I’ve known Eric for sometime; we’d met back in the 90s in a really naff beach bar in Cape Town called La Med, and had bonded over our mutual love of film. Since then we’d spent out time wandering around the southern suburbs yakking about Kieślowski, Wenders, Henke (who did shoot those videos?), Herzog, von Trier (pity about the Nazi stuff), Bloomfield. Blah de blah de blah.
This wasn’t that unusual as my life has always been a bit weird. I guess you could say that I’ve always been a bit weird; a by-product of the suburban hell that I just happened to grow up in – suburban because of the location and hell because of the woman in charge of me –in control of my time until the age of 16.
Eric loved that fact that I was different, and when I found this out I began to feel a bit better about myself.
‘It’s what makes you interesting,’ he told me one evening when he had nothing better to do than hang out with me in a Rondebosch park named after a shrub or something, full of early evening strollers and parents trying to wear out their kids.

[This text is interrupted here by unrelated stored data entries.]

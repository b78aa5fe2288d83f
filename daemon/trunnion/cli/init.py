"""`trunnion init`: the example configuration, as a start for one's own."""

from importlib.resources import files
from pathlib import Path
from typing import Annotated

import typer

from trunnion.cli.errors import FAILED
from trunnion.cli.output import print_text, say

_ABOUT_THE_FOLDER = {"README.md"}


def init(
    folder: Annotated[
        Path, typer.Argument(metavar="FOLDER", help="Where to; made if it is not there.")
    ] = Path(),
) -> None:
    """Write out the example configuration; overwrites nothing."""
    examples = _examples()
    in_the_way = [name for name in examples if (folder / name).exists()]
    if in_the_way:
        say(f"{folder}: already there, nothing written: {', '.join(in_the_way)}")
        raise typer.Exit(FAILED)
    for name, path in examples.items():
        (folder / name).parent.mkdir(parents=True, exist_ok=True)
        with (folder / name).open("xb") as stream:
            stream.write(path.read_bytes())
    station = folder / "station.yaml"
    print_text(
        f"Wrote {', '.join(examples)} to {folder.absolute()}.\n"
        f"To look at the example as on its day: trunnion check {station} --now 2026-12-01T00:00Z\n"
        f"Make the files your station's, then: trunnion check {station}"
    )


def _examples() -> dict[str, Path]:
    """Return the example files by their names below the folder."""
    folder = example_folder()
    found = {str(path.relative_to(folder)): path for path in sorted(folder.rglob("*"))}
    return {
        name: path
        for name, path in found.items()
        if path.is_file() and name not in _ABOUT_THE_FOLDER
    }


def example_folder() -> Path:
    """Return the folder of the example configuration, installed or in a source checkout."""
    package = Path(str(files("trunnion")))
    installed = package / "example"
    return installed if installed.is_dir() else package.parents[1] / "config"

No-one ever recognized him without his beard and glasses. He looked like he was in film.
‘You reckon?’
‘Yeah. Who wants to be normal?’
‘When I was a kid I longed for normality: not that I knew what it was. I just didn’t want to feel how I did.’
‘And now?’ he asked.
Fuck-knows, I thought. The moment hung. He arched a brow and cocked his head and I realized that that he really wanted to know. Really. It was important. Shit.
‘I want it to be interesting: my life. What I do. The people I meet.’

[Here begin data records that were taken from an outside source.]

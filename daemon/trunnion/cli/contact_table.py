"""What became of the contacts of a plan that was flown: for people and for programs."""

from typing import TYPE_CHECKING

from trunnion.cli.output import number, print_table, print_text

if TYPE_CHECKING:
    from trunnion.service.briefing import Briefing, ContactBriefing
    from trunnion.service.rehearsal import Rehearsal


def is_in_order(briefing: "Briefing", rehearsal: "Rehearsal") -> bool:
    """Whether every contact was flown, and none left the beam for longer than its forecast says."""
    return all(_state(each, rehearsal) in _GOOD for each in briefing.contacts)


def plain_results(briefing: "Briefing", rehearsal: "Rehearsal") -> dict[str, object]:
    """Everything as JSON holds it."""
    return {
        "station": briefing.station.site.name,
        "contacts": [_plain(each, rehearsal) for each in briefing.contacts],
    }


def print_results(briefing: "Briefing", rehearsal: "Rehearsal") -> None:
    """Print a row a contact, and below the table what needs a sentence."""
    columns = (
        "contact",
        "target",
        "seconds [s]",
        "worst error [°]",
        "rms error [°]",
        "outside beam [s]",
        "outside tolerance [s]",
        "interventions [n]",
        "state",
    )
    title = f"Contacts of {briefing.station.site.name} as flown"
    print_table(title, columns, (_row(each, rehearsal) for each in briefing.contacts))
    for each in briefing.contacts:
        for sentence in _sentences(each):
            print_text(f"{each.contact.id}: {sentence}")


TRACKED, BRIEFLY_LOST, MISSED = "tracked", "tracked, the beam lost for a while", "missed"
_GOOD = frozenset({TRACKED})


def _state(each: "ContactBriefing", rehearsal: "Rehearsal") -> str:
    result = rehearsal.results.get(each.contact.id)
    if result is None:
        return MISSED
    return BRIEFLY_LOST if result.score.outside_beam_s > 0.0 else TRACKED


def _plain(each: "ContactBriefing", rehearsal: "Rehearsal") -> dict[str, object]:
    from trunnion.service.recorder import summary_of

    result = rehearsal.results.get(each.contact.id)
    return {
        "id": each.contact.id,
        "target": each.contact.target,
        "state": _state(each, rehearsal),
        **(summary_of(result.score) if result else {}),
        "findings": _sentences(each),
    }


def _row(each: "ContactBriefing", rehearsal: "Rehearsal") -> tuple[str, ...]:
    result = rehearsal.results.get(each.contact.id)
    if result is None:
        return (each.contact.id, each.contact.target, *("–",) * 6, MISSED)
    score = result.score
    return (
        each.contact.id,
        each.contact.target,
        number(score.seconds, 0),
        number(score.worst_error_deg, 4),
        number(score.rms_error_deg, 4),
        number(score.outside_beam_s, 1),
        number(score.outside_tolerance_s, 1),
        str(score.interventions),
        _state(each, rehearsal),
    )


def _sentences(each: "ContactBriefing") -> list[str]:
    found = [each.trouble] if each.trouble else []
    return found + [
        finding.sentence for finding in (each.forecast.findings if each.forecast else ())
    ]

‘Stakes is high then!’ He laughed, and this was when I decided it would be okay to ask him about some of the more colourful moments in his life.
Jay’s got it. Or rather he had it. One of the great moments of ‘The Bones Brigade - An Autobiography’ is when Tony Hawk tells us that some of the Dogtown crew used to spit at and abuse him for being ‘too clean’. Jay Adams has spent much of his life in prison, after blowing up as part of the Dogtown team, and Tony Hawk went on to become the most famous skater of all time. The moral of the story here I guess is that it pays to be a clean-living, square whose idea of fun is to practice skate moves in his motel room. Not barfing in the back of the Rainbow Rooms at 4am the day before an important competition.